## Work to be completed
Please take the lines from the one holding "self.stopping = True" through the one holding "todo[1].set()" in the data below and copy them exactly.

--- --- ---

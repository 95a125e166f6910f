"""plantharness.py: a small plant on 127.0.0.1 for the tests: gritline-sim, gritlined
configured like conf/demo.conf, a real mosquitto broker, mosquitto_sub, curl, promtool.

Everything listens on 127.0.0.1 with ports the kernel hands out; every wait is bounded.
The outside references are Debian's programs: mosquitto and mosquitto_sub
(mosquitto, mosquitto-clients), promtool (prometheus), curl and chromium.
"""
import json
import os
import queue
import re
import selectors
import shutil
import signal
import socket
import subprocess
import tempfile
import threading
import time

import simharness

HERE = os.path.dirname(os.path.abspath(__file__))
GRITLINED = os.environ.get("GRITLINED", "gritlined")
ROOT = os.environ.get("GRITLINE_ROOT", os.path.join(HERE, "..", ".."))
DEMO_CONF = os.path.join(ROOT, "conf", "demo.conf")
DEMO_INI = os.path.join(ROOT, "conf", "scenarios", "demo.ini")


def free_port():
    """A TCP port free on 127.0.0.1 now (the kernel's choice)."""
    with socket.socket(socket.AF_INET, socket.SOCK_STREAM) as s:
        s.bind(("127.0.0.1", 0))
        return s.getsockname()[1]


def port_open(port):
    try:
        with socket.create_connection(("127.0.0.1", port), timeout=0.2):
            return True
    except OSError:
        return False


def wait_until(what, predicate, timeout, step=0.1):
    """Calls predicate until it returns something true; fails after timeout seconds.
    A predicate that fails (a server not up yet) counts as not yet."""
    deadline = time.monotonic() + timeout
    last = None
    while True:
        try:
            value = predicate()
        except (AssertionError, AttributeError, OSError, ValueError, KeyError, TypeError) as e:
            value, last = None, e
        if value:
            return value
        if time.monotonic() > deadline:
            raise AssertionError("timed out after %.0f s waiting for %s%s" % (
                timeout, what, " (last: %s)" % last if last else ""))
        time.sleep(step)


class Workdir:
    """A temporary folder removed at the end."""

    def __init__(self, prefix="gritline-plant-"):
        self.path = tempfile.mkdtemp(prefix=prefix)

    def file(self, name):
        return os.path.join(self.path, name)

    def close(self):
        if not os.environ.get("GRITLINE_LIVE_KEEP"):  # as the live tests: keep it for a look by hand
            shutil.rmtree(self.path, ignore_errors=True)


# ---- the broker -----------------------------------------------------------

class Broker:
    """mosquitto with its own configuration file: one listener on 127.0.0.1, persistence off."""

    def __init__(self, work, port=None, extra=""):
        self.work = work
        self.port = port or free_port()
        self.conf = work.file("mosquitto-%d.conf" % self.port)
        with open(self.conf, "w", encoding="utf-8") as f:
            f.write("listener %d 127.0.0.1\npersistence false\n" % self.port)
            f.write(extra if extra else "allow_anonymous true\n")
        self.proc = None
        self.log = None

    def start(self, timeout=10):
        self.log = open(self.work.file("mosquitto-%d.log" % self.port), "a", encoding="utf-8")
        self.proc = subprocess.Popen(["mosquitto", "-c", self.conf], stdout=self.log, stderr=subprocess.STDOUT)
        wait_until("mosquitto on port %d" % self.port, lambda: self.proc.poll() is not None or port_open(self.port),
                   timeout, 0.05)
        if self.proc.poll() is not None:
            raise RuntimeError("mosquitto did not start, see " + self.log.name)
        return self

    def stop(self):
        if self.proc and self.proc.poll() is None:
            self.proc.terminate()
            try:
                self.proc.wait(5)
            except subprocess.TimeoutExpired:
                self.proc.kill()
                self.proc.wait()
        if self.log:
            self.log.close()
            self.log = None
        self.proc = None


class Subscriber:
    """mosquitto_sub printing topic, QoS, retain flag and payload of every message
    (the -v output with the two flags added: -F '%t %q %r %p')."""

    def __init__(self, port, topics, qos=1, extra=()):
        args = ["mosquitto_sub", "-h", "127.0.0.1", "-p", str(port), "-q", str(qos), "-v",
                "-F", "%t\t%q\t%r\t%p", *extra]
        for t in topics:
            args += ["-t", t]
        self.proc = subprocess.Popen(args, stdout=subprocess.PIPE, stderr=subprocess.PIPE, text=True)
        self.lines = queue.Queue()
        self.messages = []
        self.reader = threading.Thread(target=self._read, daemon=True)
        self.reader.start()

    def _read(self):
        for line in self.proc.stdout:
            self.lines.put(line.rstrip("\n"))

    def poll(self):
        """Takes what arrived: a list of (topic, qos, retain, payload text)."""
        while True:
            try:
                line = self.lines.get_nowait()
            except queue.Empty:
                return self.messages
            topic, qos, retain, payload = line.split("\t", 3)
            self.messages.append((topic, int(qos), int(retain), payload))

    def wait_for(self, what, predicate, timeout):
        """Waits for a message satisfying predicate(topic, qos, retain, payload); returns it."""
        def look():
            for m in self.poll():
                try:
                    if predicate(*m):
                        return m
                except (ValueError, KeyError, TypeError):  # not JSON, or another shape: not this one
                    continue
            return None
        return wait_until(what, look, timeout, 0.05)

    def ready(self, port, timeout=10):
        """Publishes a probe until this subscriber has seen it: it is then subscribed."""
        token = "probe-%d" % time.monotonic_ns()
        deadline = time.monotonic() + timeout
        while time.monotonic() < deadline:
            subprocess.run(["mosquitto_pub", "-h", "127.0.0.1", "-p", str(port), "-t", "plant-test/probe",
                            "-m", token], timeout=5, check=False)
            try:
                self.wait_for("probe", lambda t, q, r, p: p == token, 0.5)
                return self
            except AssertionError:
                continue
        raise AssertionError("mosquitto_sub did not subscribe")

    def stop(self):
        if self.proc.poll() is None:
            self.proc.terminate()
            try:
                self.proc.wait(5)
            except subprocess.TimeoutExpired:
                self.proc.kill()
                self.proc.wait()
        self.reader.join(2)
        self.proc.stdout.close()
        self.proc.stderr.close()
        self.poll()


class Gate:
    """A TCP relay in front of the broker that the test opens and closes: while
    closed, connections are refused and the open ones are cut, as if the broker
    were gone. It decides when gritlined may come back, so a test can have its
    subscriber listening first."""

    def __init__(self, target_port):
        self.target = target_port
        self.port = free_port()
        self.sel = selectors.DefaultSelector()
        self.listener = None
        self.pairs = {}
        self.lock = threading.Lock()
        self.stopping = False
        self.todo = None
        self.wake_r, self.wake_w = socket.socketpair()
        self.sel.register(self.wake_r, selectors.EVENT_READ, ("wake", None))
        self.thread = threading.Thread(target=self._run, daemon=True)
        self.thread.start()

    def _call(self, fn):
        done = threading.Event()
        with self.lock:
            self.todo = (fn, done)
        self.wake_w.send(b"x")
        done.wait(5)

    def open(self):
        def fn():
            if self.listener is None:
                ls = socket.socket(socket.AF_INET, socket.SOCK_STREAM)
                ls.setsockopt(socket.SOL_SOCKET, socket.SO_REUSEADDR, 1)
                ls.bind(("127.0.0.1", self.port))
                ls.listen(8)
                ls.setblocking(False)
                self.listener = ls
                self.sel.register(ls, selectors.EVENT_READ, ("accept", None))
        self._call(fn)

    def close(self):
        def fn():
            if self.listener is not None:
                self.sel.unregister(self.listener)
                self.listener.close()
                self.listener = None
            for s in list(self.pairs):
                self._drop(s)
        self._call(fn)

    def shutdown(self):
        self.close()
        self.stopping = True
        self.wake_w.send(b"x")
        self.thread.join(5)
        self.sel.close()
        self.wake_r.close()
        self.wake_w.close()

    def _drop(self, s):
        other = self.pairs.pop(s, None)
        for x in (s, other):
            if x is not None:
                try:
                    self.sel.unregister(x)
                except (KeyError, ValueError):
                    pass
                self.pairs.pop(x, None)
                x.close()

    def _run(self):
        while not self.stopping:
            for key, _ in self.sel.select(0.5):
                kind, _ = key.data
                if kind == "wake":
                    self.wake_r.recv(64)
                    with self.lock:
                        todo, self.todo = self.todo, None
                    if todo:
                        todo[0]()
                        todo[1].set()
                elif kind == "accept":
                    try:
                        c, _ = self.listener.accept()
                    except OSError:
                        continue
                    try:
                        b = socket.create_connection(("127.0.0.1", self.target), timeout=2)
                    except OSError:
                        c.close()
                        continue
                    c.setblocking(False)
                    b.setblocking(False)
                    self.pairs[c] = b
                    self.pairs[b] = c
                    self.sel.register(c, selectors.EVENT_READ, ("data", None))
                    self.sel.register(b, selectors.EVENT_READ, ("data", None))
                else:
                    s = key.fileobj
                    try:
                        data = s.recv(65536)
                    except OSError:
                        data = b""
                    other = self.pairs.get(s)
                    if not data or other is None:
                        self._drop(s)
                        continue
                    try:
                        other.setblocking(True)
                        other.sendall(data)
                        other.setblocking(False)
                    except OSError:
                        self._drop(s)


# ---- gritline-sim and gritlined ----------------------------------------------

def demo_config(work, sim_port, metrics_port=0, mqtt=None, extra=""):
    """conf/demo.conf pointed at the simulator, the data in the work folder, with
    [metrics] and [mqtt] sections; returns the path."""
    with open(DEMO_CONF, encoding="utf-8") as f:
        text = f.read()
    text = re.sub(r"(?m)^port = 5020$", "port = %d" % sim_port, text)
    text = re.sub(r"(?m)^data_dir = .*$", "data_dir = " + work.file("data"), text)
    text += "\n[metrics]\nport = %d\n" % metrics_port
    if mqtt:
        text += "\n[mqtt]\nenabled = yes\n" + "".join("%s = %s\n" % kv for kv in mqtt.items())
    text += extra
    path = work.file("gritline.conf")
    with open(path, "w", encoding="utf-8") as f:
        f.write(text)
    return path


class Daemon:
    """The real gritlined; its journal lines are kept in a file."""

    def __init__(self, work, config):
        self.work = work
        self.log_path = work.file("gritlined.log")
        self.log = open(self.log_path, "a", encoding="utf-8")
        self.proc = subprocess.Popen([GRITLINED, "-c", config, "--socket", work.file("sg4.sock")],
                                     stdout=self.log, stderr=subprocess.STDOUT)

    def text(self):
        with open(self.log_path, encoding="utf-8", errors="replace") as f:
            return f.read()

    def stop(self, sig=signal.SIGTERM, timeout=10):
        """Returns the exit status (negative: killed by a signal)."""
        if self.proc.poll() is None:
            self.proc.send_signal(sig)
            try:
                self.proc.wait(timeout)
            except subprocess.TimeoutExpired:
                self.proc.kill()
                self.proc.wait()
                raise AssertionError("gritlined did not stop within %d s" % timeout)
        self.log.close()
        simharness.check_sanitizers(self.text())
        return self.proc.returncode


def start_sim(work, *args):
    return simharness.Sim(DEMO_INI, "--speed", "60", *args).start()


# ---- HTTP ---------------------------------------------------------------------

def curl(url, *args, timeout=10):
    """curl -sS; returns (status code, headers text, body bytes)."""
    hdr = os.path.join(tempfile.gettempdir(), "plant-curl-%d-%d.h" % (os.getpid(), time.monotonic_ns()))
    try:
        r = subprocess.run(["curl", "-sS", "--max-time", str(timeout), "-D", hdr, "-o", "-", *args, url],
                           capture_output=True, timeout=timeout + 5)
        head = ""
        if os.path.exists(hdr):
            with open(hdr, encoding="latin-1") as f:
                head = f.read()
    finally:
        if os.path.exists(hdr):
            os.unlink(hdr)
    m = re.match(r"HTTP/[0-9.]+ (\d+)", head)
    return (int(m.group(1)) if m else 0), head, r.stdout


def metrics(port):
    """Scrapes /metrics; returns {(name, frozenset(labels)): value} and the text."""
    code, _, body = curl("http://127.0.0.1:%d/metrics" % port)
    if code != 200:
        raise AssertionError("/metrics answered %d" % code)
    text = body.decode("utf-8")
    values = {}
    for line in text.splitlines():
        if not line or line.startswith("#"):
            continue
        m = re.match(r'^([a-zA-Z_:][a-zA-Z0-9_:]*)(\{(.*)\})? (\S+)$', line)
        if not m:
            raise AssertionError("not a sample line: %r" % line)
        labels = frozenset(re.findall(r'(\w+)="((?:[^"\\]|\\.)*)"', m.group(3) or ""))
        values[(m.group(1), labels)] = float(m.group(4))
    return values, text


def metric(values, name, **labels):
    """The value of one series; machine="sg4" is implied."""
    labels.setdefault("machine", "sg4")
    return values.get((name, frozenset(labels.items())))


def status(port):
    code, _, body = curl("http://127.0.0.1:%d/status.json" % port)
    if code != 200:
        raise AssertionError("/status.json answered %d" % code)
    return json.loads(body)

--- --- ---

## Answer area
        self.stopping = True
        self.wake_w.send(b"x")
        self.thread.join(5)
        self.sel.close()
        self.wake_r.close()
        self.wake_w.close()

    def _drop(self, s):
        other = self.pairs.pop(s, None)
        for x in (s, other):
            if x is not None:
                try:
                    self.sel.unregister(x)
                except (KeyError, ValueError):
                    pass
                self.pairs.pop(x, None)
                x.close()

    def _run(self):
        while not self.stopping:
            for key, _ in self.sel.select(0.5):
                kind, _ = key.data
                if kind == "wake":
                    self.wake_r.recv(64)
                    with self.lock:
                        todo, self.todo = self.todo, None
                    if todo:
                        todo[0]()
                        todo[1].set()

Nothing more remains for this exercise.